ベンチで書籍を読んでいた私の視界に緊急通話が入った。
ついに来てしまったかと、戸惑い躊躇しながらもゆっくりと通話開始のボタンをタップした。最後の最後まで杞憂であってほしいと願ったが、そう現実は甘くない。
「由里香さん、すぐに病院に来てもらっていいですか?」
その言葉を最後まで聞く前に私は走っていた。通信機器で近くにある空席のライドシェア車と連絡を取る。ライドシェア車はすぐに現在地へと来た。
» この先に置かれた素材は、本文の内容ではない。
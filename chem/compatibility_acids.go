package chem

import "maps"

// Sides of the supplementary rows in data/incompatibility_acids.csv: salts that set a
// toxic gas free with acids, and mixtures that explode or decompose.

// allSides are the sides of all supplementary rows.
func allSides() map[string]side {
	all := maps.Clone(sides)
	maps.Copy(all, map[string]side{
		"cyanide salt":              alone(isCyanide),
		"sulfide salt":              alone(func(r Reactant) bool { return named(r, "sulfide") && inGroup(r, 33) }),
		"azide salt":                alone(func(r Reactant) bool { return named(r, "azide") }),
		"chlorate, bromate":         alone(func(r Reactant) bool { return named(r, "chlorate", "bromate") && !named(r, "perchlorate") }),
		"fluoride salt":             alone(func(r Reactant) bool { return named(r, "fluoride") && inGroup(r, 15) }),
		"halide salt":               alone(isHalideSalt),
		"nitrate salt":              alone(func(r Reactant) bool { return named(r, "nitrate") && inGroup(r, 104) }),
		"chlorine, bromine, iodine": alone(isHalogen),
		"nitrite salt":              alone(func(r Reactant) bool { return named(r, "nitrite") && inGroup(r, 104) }),
		"hydrogen peroxide":         alone(func(r Reactant) bool { return named(r, "hydrogen peroxide") }),
		"iron, copper, manganese, silver compounds": alone(func(r Reactant) bool { return named(r, "iron", "copper", "mangan", "silver") }),
		"silver salt": alone(func(r Reactant) bool { return named(r, "silver") }),
	})
	return all
}

// isCyanide takes the salts, complex ones among them; nitriles are in a group of their own.
func isCyanide(r Reactant) bool { return named(r, "cyanide") && !inGroup(r, 26) }

// isHalideSalt takes chlorides, bromides and iodides of the metals of groups 1 and 2 and
// of ammonium.
func isHalideSalt(r Reactant) bool {
	for _, metal := range []string{"sodium", "potassium", "lithium", "calcium", "magnesium", "ammonium", "barium"} {
		if named(r, metal+" chloride", metal+" bromide", metal+" iodide") {
			return true
		}
	}
	return false
}

func isHalogen(r Reactant) bool {
	switch r.Name {
	case "chlorine", "bromine", "iodine":
		return true
	}
	return false
}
車に乗り、走らせること10分ほどで病院へと辿り着く。ドアを開けると、走って日向のいる病室へと向かった。
日向っ!
言葉は喉元でつっかかり、声となって出なかった。
たくさんの看護師、看護婦が日向のベッドのそばにいた。その中にはおばさんの姿もあった。彼女は私の存在に気づくが、すぐにベッドの方へと顔を向ける。
私はゆっくりと歩いていき、日向のいるベッドを見た。
余命宣告をされて最後まで日向に会うことはなかった。会ってしまえば、私はおばさんから言われたことを話してしまうだろうと思ったから。日向を失望させたくなかった。
久々に見た日向の姿は以前とすっかり変わってしまった。
痩せ細ってしまった体に、髪はすっかりと抜け落ちてしまっていた。私が近くに歩み寄ると重そうな瞼がゆっくりと小さく開く。
「日向……」
ようやく声が出た。日向は目だけで「姉さん」と私を呼んだ。
私は目尻に溜まった涙を抑えながら、日向と視線を合わせる。病室には日向が生きていることを証明する一定周期の音が流れる。
『あのね、日向。私、やりたいことが見つかったよ。
孤児たちのための施設を作ろうと思うの。きっと彼らは今、幼少期の私と同じように不自由な生活を送っている。生きるだけで精一杯の日々。そこから解放して、自由をあげるの。そうすれば世界はより平和になる。
そのために精一杯頑張ろうと思う。今は猛勉強中。70年も寝てたから覚えることが多くて大変。でも、少しも苦じゃないよ。すごく楽しい。
もし、天国に行ってお母さんとお父さんに会ったら伝えてあげて。
私を産んでくれてありがとう。不自由な私を自由にしてくれてありがとうって。
そして、日向。辛かったよね。ごめんなさい。そして、ありがとう。あなたがいてくれたからこの世界でもやっていけたと思う。家族みんなの意思を今度は私が引き受けるよ』
心の中で、日向に訴えかけるように伝えた。
日向に届いているかはわからない。でも、私が言い終わると日向の口元が少し柔らかくなったように感じた。
一定周期だった音は、時間間隔を忘れたかのように長い音を出し続けた。